■ WORK REQUEST
For the entries below, the expected answer is the line with "planBoards, planSheets, type", the line with "export type PlannedJob", and every line between them, exactly as written, and nothing more.

──────── RECORDS PROVIDED

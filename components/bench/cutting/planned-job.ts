import { planBoards, planSheets, type BoardPlan, type CuttingJob, type SheetPlan } from '@/lib/domain/cutting';

/** A cutting job with the plan for it. */
export type PlannedJob = { job: CuttingJob } & ({ of: 'boards'; plan: BoardPlan } | { of: 'sheets'; plan: SheetPlan });

/** Longest search for one stock, ms; the first answer is there long before. */
export const JOB_LIMIT_MS = 2_000;

export function planJob(job: CuttingJob): PlannedJob {
  const { request } = job;
  if (request.of === 'boards')
    return { job, of: 'boards', plan: planBoards({ ...request.boards, timeLimitMs: JOB_LIMIT_MS }) };
  return { job, of: 'sheets', plan: planSheets({ ...request.sheets, timeLimitMs: JOB_LIMIT_MS }) };
}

────────────────

■ WORKED SOLUTION
import { planBoards, planSheets, type BoardPlan, type CuttingJob, type SheetPlan } from '@/lib/domain/cutting';

/** A cutting job with the plan for it. */
export type PlannedJob = { job: CuttingJob } & ({ of: 'boards'; plan: BoardPlan } | { of: 'sheets'; plan: SheetPlan });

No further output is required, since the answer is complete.